We’ll bet anyone walking along the mesa trail at Bolsa Chica or along the flood control channel could film a crime on any day of the week, and dozens on weekends. Lawless activity there is rampant. It ranges from dogs off leash to off-road dirt bikes and motorbikes, illegal drug use and even filming pornographic movies.

We’ve seen dogs off leash swimming in the Bolsa Chica on numerous occasions, chasing the ducks. Owners will argue that their dogs need the exercise. But when the ducks are chased, they’re burning up energy that they need for migration and nesting. That’s why dogs aren’t allowed at Bolsa Chica, even on leash. Stressed wildlife isn’t happy wildlife.

These days our local natural world is under considerable stress from the millions of people that live here.

We’ve seen entire families traipse off the trail at Bolsa Chica and across the pickleweed to get to the water, right through areas where Belding’s savannah sparrows are nesting. What law are they breaking? Oh, how about the one about not disturbing endangered species while they’re nesting? People walking off the trails are liable to step on eggs of ground-nesting birds, or they may disturb nesting birds and make them fly off the nest.

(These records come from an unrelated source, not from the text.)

package scan

import (
	"os"
	"testing"
	"time"
)

// benchLevelFile levels a fresh copy of the scan at path per iteration, as
// the analysis does (Reuse, DropNormals), and reports points per second of
// wall and of CPU time. It skips when the file is missing.
func benchLevelFile(b *testing.B, path string) {
	if _, err := os.Stat(path); err != nil {
		b.Skipf("%s: %v", path, err)
	}
	c, err := ReadFile(path, ReadOptions{})
	if err != nil {
		b.Fatal(err)
	}
	// The copies live in storage of their own, refilled per iteration, so
	// that the benchmark times Level rather than the allocator.
	buf := *c
	buf.Points = append(c.Points[:0:0], c.Points...)
	buf.Normals = append(c.Normals[:0:0], c.Normals...)
	buf.Triangles = append(c.Triangles[:0:0], c.Triangles...)
	buf.FacetNormals = append(c.FacetNormals[:0:0], c.FacetNormals...)
	var wall, cpu time.Duration
	for b.Loop() {
		b.StopTimer()
		fresh := *c
		fresh.Points = append(buf.Points[:0], c.Points...)
		fresh.Normals = append(buf.Normals[:0], c.Normals...)
		fresh.Triangles = append(buf.Triangles[:0], c.Triangles...)
		fresh.FacetNormals = append(buf.FacetNormals[:0], c.FacetNormals...)
		b.StartTimer()
		t0, c0 := time.Now(), cpuTime()
		if _, err := Level(&fresh, LevelOptions{Reuse: true, DropNormals: true}); err != nil {
			b.Fatal(err)
		}
		wall += time.Since(t0)
		cpu += cpuTime() - c0
	}
	n := float64(b.N) * float64(len(c.Points))
	b.ReportMetric(n/wall.Seconds(), "points/s")
	if cpu > 0 {
		b.ReportMetric(n/cpu.Seconds(), "points/cpu-s")
	}
}

// BenchmarkLevelPLY levels the 2 M-point benchmark PLY (with point
// normals).
func BenchmarkLevelPLY(b *testing.B) { benchLevelFile(b, benchPLY) }

// BenchmarkLevelSTL levels the 1.3 M-triangle benchmark STL (facet
// normals, shared vertices).
func BenchmarkLevelSTL(b *testing.B) { benchLevelFile(b, benchSTL) }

They are also trampling the vegetation. One person walking off the trail makes the next person wonder why that grass is trampled down, and they walk the same way to investigate. It’s a natural human tendency. Then another person walks the same path and soon there is a new trail that doesn’t belong there.

But back to the egrets. They got a 30-day reprieve. When they finish nesting this season, the tree trimmers will be back. Many people don’t like birds that size nesting in their back yards and cut down the nesting trees that support the egret or heron colony. If everyone does that, they will have no place to nest.

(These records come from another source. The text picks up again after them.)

package scan

import (
	"crypto/sha256"
	"encoding/binary"
	"fmt"
	"math"
	"reflect"
	"runtime"
	"strings"
	"testing"

	"gonum.org/v1/gonum/spatial/r3"
)

// levelParallelCases are scans for the check that Level's result does not
// depend on the number of processors: clouds and meshes, face up and
// down, tilted, with normals, spikes, strays, a hole, a triangle soup
// (repeated vertices) and a doubled cloud (repeated points).
func levelParallelCases() []struct {
	name string
	c    func() *Cloud
	opt  LevelOptions
} {
	const R = 0.06
	build := func(sb synthBase, sc scanner) func() *Cloud {
		return func() *Cloud { return sc.apply(sb.build()) }
	}
	up := newScanner(FaceUp, 7, 30, 15, r3.Vec{X: 0.02, Y: -0.01, Z: 0.3})
	down := newScanner(FaceDown, 12, 200, -40, r3.Vec{X: -0.05, Z: 0.25})
	cloud := synthBase{R: R, Shape: dish(0.2e-3, R), CornerM: 5e-3, WallM: 12e-3, NoiseM: 12e-6, N: 60000, Seed: 21}
	spiky := cloud
	spiky.Spikes, spiky.SpikeM, spiky.Junk, spiky.Normals, spiky.Seed = 300, 1.5e-3, 800, true, 22
	holed := cloud
	holed.Hole = func(x, y float64) bool { return math.Hypot(x-0.02, y) < 0.01 }
	holed.Seed = 23
	mesh := synthBase{R: R, Shape: saddle(0.1e-3, R), CornerM: 4e-3, WallM: 8e-3, NoiseM: 5e-6, Mesh: true, StepM: 0.8e-3, Normals: true, Spikes: 50, SpikeM: 1e-3, Seed: 24}
	soup := func() *Cloud {
		m := up.apply(mesh.build())
		s := &Cloud{Format: "stl", FacetNormals: m.FacetNormals}
		for _, tri := range m.Triangles {
			k := int32(len(s.Points))
			s.Points = append(s.Points, m.Points[tri[0]], m.Points[tri[1]], m.Points[tri[2]])
			s.Triangles = append(s.Triangles, [3]int32{k, k + 1, k + 2})
		}
		return s
	}
	doubled := func() *Cloud {
		c := down.apply(cloud.build())
		c.Points = append(c.Points, c.Points[:len(c.Points)/2]...)
		return c
	}
	return []struct {
		name string
		c    func() *Cloud
		opt  LevelOptions
	}{
		{"cloud up", build(cloud, up), LevelOptions{}},
		{"cloud up reused", build(cloud, up), LevelOptions{Reuse: true, DropNormals: true}},
		{"cloud down", build(cloud, down), LevelOptions{Face: FaceDown}},
		{"spiky normals down", build(spiky, down), LevelOptions{}},
		{"spiky normals down reused", build(spiky, down), LevelOptions{Reuse: true}},
		{"holed up diameter", build(holed, up), LevelOptions{DiameterM: 2 * R, MaxSlopeDeg: 2}},
		{"mesh up", build(mesh, up), LevelOptions{}},
		{"mesh down reused", build(mesh, down), LevelOptions{Reuse: true}},
		{"mesh hob top", build(mesh, down), LevelOptions{Face: FaceDown, HobTop: true, Reuse: true, DropNormals: true}},
		{"soup", soup, LevelOptions{}},
		{"soup reused", soup, LevelOptions{Reuse: true, DropNormals: true}},
		{"doubled cloud", doubled, LevelOptions{Reuse: true}},
		{"soup by winding", func() *Cloud { c := soup(); c.FacetNormals = nil; return c }, LevelOptions{}},
	}
}

// levelDigest returns a SHA-256 of everything Level returned, floats by
// their bits: equal digests mean bit-identical results.
func levelDigest(l *Levelled) string {
	h := sha256.New()
	vecs := func(v []r3.Vec) {
		fmt.Fprintf(h, "%d|", len(v))
		for _, p := range v {
			binary.Write(h, binary.LittleEndian, [3]float64{p.X, p.Y, p.Z})
		}
	}
	c := l.Cloud
	vecs(c.Points)
	vecs(c.Normals)
	vecs(c.FacetNormals)
	fmt.Fprintf(h, "%d|", len(c.Triangles))
	binary.Write(h, binary.LittleEndian, c.Triangles)
	m := *l
	m.Cloud = nil
	// %v prints floats in the shortest form that reads back exactly.
	fmt.Fprintf(h, "%v|%s|%s|%s", m, c.Format, c.Unit, c.UnitSource)
	return fmt.Sprintf("%x", h.Sum(nil))
}

// TestLevelSameOnAnyProcessorCount: Level's result, the levelled cloud
// and every figure of the report, is bit-identical on 1 to 4 processors.
func TestLevelSameOnAnyProcessorCount(t *testing.T) {
	defer runtime.GOMAXPROCS(runtime.GOMAXPROCS(0))
	for _, tc := range levelParallelCases() {
		t.Run(tc.name, func(t *testing.T) {
			var want *Levelled
			for _, procs := range []int{1, 4, 2, 3} {
				runtime.GOMAXPROCS(procs)
				got, err := Level(tc.c(), tc.opt)
				if err != nil {
					t.Fatalf("%d processors: %v", procs, err)
				}
				if want == nil {
					want = got
					continue
				}
				if !reflect.DeepEqual(got, want) {
					t.Errorf("%d processors: result differs from 1 processor's (digest %s vs %s)", procs, levelDigest(got), levelDigest(want))
				}
			}
		})
	}
}

// TestProfileOwnSector checks that a sector's rim profile holds its own
// bins only, whatever sectors the scratch served before: a valid bin
// (rimMinCount points or more) its median height and mean radius, a
// sparse one height 0 and the bin's centre radius rlo + (k + ½)·dr. (A
// sparse bin once kept the radius of the last sector where it was valid,
// which the walks read; this test fails on that.)
func TestProfileOwnSector(t *testing.T) {
	const ns, nb = 7, 5
	// Points per (sector, bin): sparse (< rimMinCount) bins here and there.
	counts := [ns][nb]int32{
		{4, 0, 5, 1, 6},
		{0, 4, 2, 0, 4},
		{5, 1, 4, 3, 0},
		{1, 1, 1, 1, 1},
		{4, 4, 0, 4, 2},
		{0, 0, 0, 0, 0},
		{6, 2, 4, 4, 4},
	}
	rb := &rimBins{ns: ns, nb: nb, rlo: 0.05, dr: 0.001, start: make([]int32, ns*nb+1), mean: make([]float64, ns*nb)}
	for s := range ns {
		for bb := range nb {
			k := s*nb + bb
			rb.start[k+1] = rb.start[k] + counts[s][bb]
			rb.mean[k] = rb.rlo + (float64(bb)+0.5+0.01*float64(s+1))*rb.dr
			for j := range counts[s][bb] {
				rb.ws = append(rb.ws, 1e-6*float64(s+int(j)))
			}
		}
	}
	used := newProfile(nb)
	for _, order := range [][]int{{0, 1, 2, 3, 4, 5, 6}, {6, 5, 4, 3, 2, 1, 0}, {2, 6, 0, 5, 3, 1, 4}} {
		for _, s := range order {
			rb.profile(s, used)
			for bb := range nb {
				valid := counts[s][bb] >= rimMinCount
				wantPos := rb.rlo + (float64(bb)+0.5)*rb.dr
				wantH := 0.0
				if valid {
					lo := rb.start[s*nb+bb]
					wantPos = rb.mean[s*nb+bb]
					wantH = medianInPlace(append([]float64(nil), rb.ws[lo:lo+counts[s][bb]]...))
				}
				if used.valid[bb] != valid || used.pos[bb] != wantPos || used.prof[bb] != wantH {
					t.Errorf("order %v, sector %d, bin %d: valid %v, radius %g m, height %g m; want %v, %g m, %g m",
						order, s, bb, used.valid[bb], used.pos[bb], used.prof[bb], valid, wantPos, wantH)
				}
			}
		}
	}
}

// TestLevelFirstBadInput: with the input checked in parts at once, the
// error still names the first bad point or triangle in order.
func TestLevelFirstBadInput(t *testing.T) {
	defer runtime.GOMAXPROCS(runtime.GOMAXPROCS(0))
	base := synthBase{R: 0.05, Mesh: true, StepM: 2e-3, Seed: 3}
	for _, tc := range []struct {
		name  string
		spoil func(c *Cloud)
		want  string
	}{
		{"points", func(c *Cloud) {
			n := len(c.Points)
			c.Points[n-5].Y = math.Inf(1)
			c.Points[n/2+1].X = math.NaN()
			c.Points[n/3].Z = math.Inf(-1)
		}, "point %d has a non-finite coordinate (%g, %g, %g)"},
		{"triangles", func(c *Cloud) {
			n := len(c.Triangles)
			c.Triangles[n-2][0] = -1
			c.Triangles[n/2+3][2] = int32(len(c.Points))
			c.Triangles[n/4][1] = int32(len(c.Points) + 7)
		}, "triangle %d refers to vertex %d of %d"},
	} {
		for _, procs := range []int{1, 2, 4} {
			runtime.GOMAXPROCS(procs)
			c := base.build()
			tc.spoil(c)
			var want string
			if tc.name == "points" {
				i := len(c.Points) / 3
				p := c.Points[i]
				want = fmt.Sprintf(tc.want, i, p.X, p.Y, p.Z)
			} else {
				i := len(c.Triangles) / 4
				want = fmt.Sprintf(tc.want, i, len(c.Points)+7, len(c.Points))
			}
			_, err := Level(c, LevelOptions{})
			if err == nil || !strings.Contains(err.Error(), want) {
				t.Errorf("%s, %d processors: error %v, want one containing %q", tc.name, procs, err, want)
			}
		}
	}
}

// TestOrderedSum: the sum over values computed in parts is bit for bit
// the sequential loop's, for values whose sum depends on the order of
// addition, over several blocks, on 1 to 4 processors.
func TestOrderedSum(t *testing.T) {
	defer runtime.GOMAXPROCS(runtime.GOMAXPROCS(0))
	value := func(i int) (float64, bool) {
		// The conversion rounds the product, so that no build fuses it
		// into the sum (Go specification, "Floating-point operators").
		x := float64(math.Sin(float64(i)) * math.Pow(10, float64(i%31-15)))
		return x, i%7 != 3
	}
	for _, n := range []int{0, 1, 17, 1 << 15, 100003} {
		want, wantN := 0.0, 0
		for i := range n {
			if x, ok := value(i); ok {
				want += x
				wantN++
			}
		}
		for _, procs := range []int{1, 2, 3, 4} {
			runtime.GOMAXPROCS(procs)
			got, gotN := orderedSum(n, value)
			if math.Float64bits(got) != math.Float64bits(want) || gotN != wantN {
				t.Errorf("n %d, %d processors: sum %v of %d values, want %v of %d", n, procs, got, gotN, want, wantN)
			}
		}
	}
}

// TestLevelNonFiniteEachCoordinate: a NaN or infinite value in any one
// coordinate is reported; the largest finite values are not.
func TestLevelNonFiniteEachCoordinate(t *testing.T) {
	base := synthBase{R: 0.05, Mesh: true, StepM: 3e-3, Seed: 4}
	for _, x := range []float64{math.NaN(), math.Inf(1), math.Inf(-1), math.MaxFloat64, -math.MaxFloat64, math.SmallestNonzeroFloat64} {
		for k := range 3 {
			c := base.build()
			c.Triangles = nil
			p := &c.Points[len(c.Points)/2]
			*[3]*float64{&p.X, &p.Y, &p.Z}[k] = x
			_, err := Level(c, LevelOptions{})
			bad := err != nil && strings.Contains(err.Error(), "non-finite")
			if want := math.IsNaN(x) || math.IsInf(x, 0); bad != want {
				t.Errorf("coordinate %d = %g: error %v, want a non-finite error %v", k, x, err, want)
			}
		}
	}
}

The same goes for cliff swallows and barn swallows. Some people don’t want them nesting under their eaves and will wash down the mud nests. Again, disturbing these nesting birds or their eggs or their nests during breeding season is illegal. Some swallows lay their eggs in the nest before they finish constructing it, so just saying that the nest wasn’t finished yet isn’t an adequate justification for hosing them off a building.

It saddens us to see wildlife under such siege from humans. We wonder when it will stop. And we know it won’t stop. We continue to multiply and expand our population, covering the earth from pole to pole. More and more arable land is forced into producing food for humans, or covered to provide housing, shopping, manufacturing or transportation services for humans.

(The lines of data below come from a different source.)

package scan

import (
	"gonum.org/v1/gonum/spatial/r3"

	"gapflux/internal/hugemem"
)

// levelScratch holds the scratch buffers that Level's steps hand on to
// each other. Every buffer Level allocates is fresh memory (no collection
// runs within it), and on a 2 M-point scan touching fresh pages costs the
// kernel more than some passes of the work: a step done with a buffer
// returns it, and a later step takes it instead of allocating.
type levelScratch struct {
	floats pool[float64]
	vecs   pool[r3.Vec]
}

// pool is a free list of slices.
type pool[T any] struct{ free [][]T }

// get returns a slice of length n and capacity at least max(n, capHint),
// its contents undefined: the free slice of the least capacity that is
// enough, else a new one.
func (p *pool[T]) get(n, capHint int) []T {
	need := max(n, capHint)
	best := -1
	for i, b := range p.free {
		if cap(b) >= need && (best < 0 || cap(b) < cap(p.free[best])) {
			best = i
		}
	}
	if best < 0 {
		return hugemem.Make[T](n, need)
	}
	b := p.free[best]
	p.free = append(p.free[:best], p.free[best+1:]...)
	return b[:n]
}

// put hands slices back for later gets; the caller must not use them
// afterwards. Nil slices are ignored.
func (p *pool[T]) put(bufs ...[]T) {
	for _, b := range bufs {
		if cap(b) > 0 {
			p.free = append(p.free, b[:0])
		}
	}
}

We’ve reached a population size of more than 6 billion and are still growing like there is no tomorrow. We burn fossil fuels at an ever increasing rate, going through the planet’s resources like they were all renewable. They’re not. For some things, there will come an end.

That reminds us. Be sure to go see “An Inconvenient Truth,” otherwise known as the Al Gore movie. It’s a sobering and inspiring hour and a half. The scene that shows Gore riding up in a lift to get to the top of the graph that shows the rise in carbon dioxide in the atmosphere is shocking. The graphic of the polar bear swimming across miles of ocean, looking in vain for an ice floe to climb onto, will bring tears to your eyes. Polar bears are now swimming up to 60 miles in search of ice floes. They can’t swim indefinitely. If they don’t find a sturdy ice floe in time, they drown. And that’s exactly what is happening in the Arctic. The days of polar bears in the wild are numbered and that number is small.

We hope that the same won’t be true of egrets in Huntington Beach. Can’t we all just get along?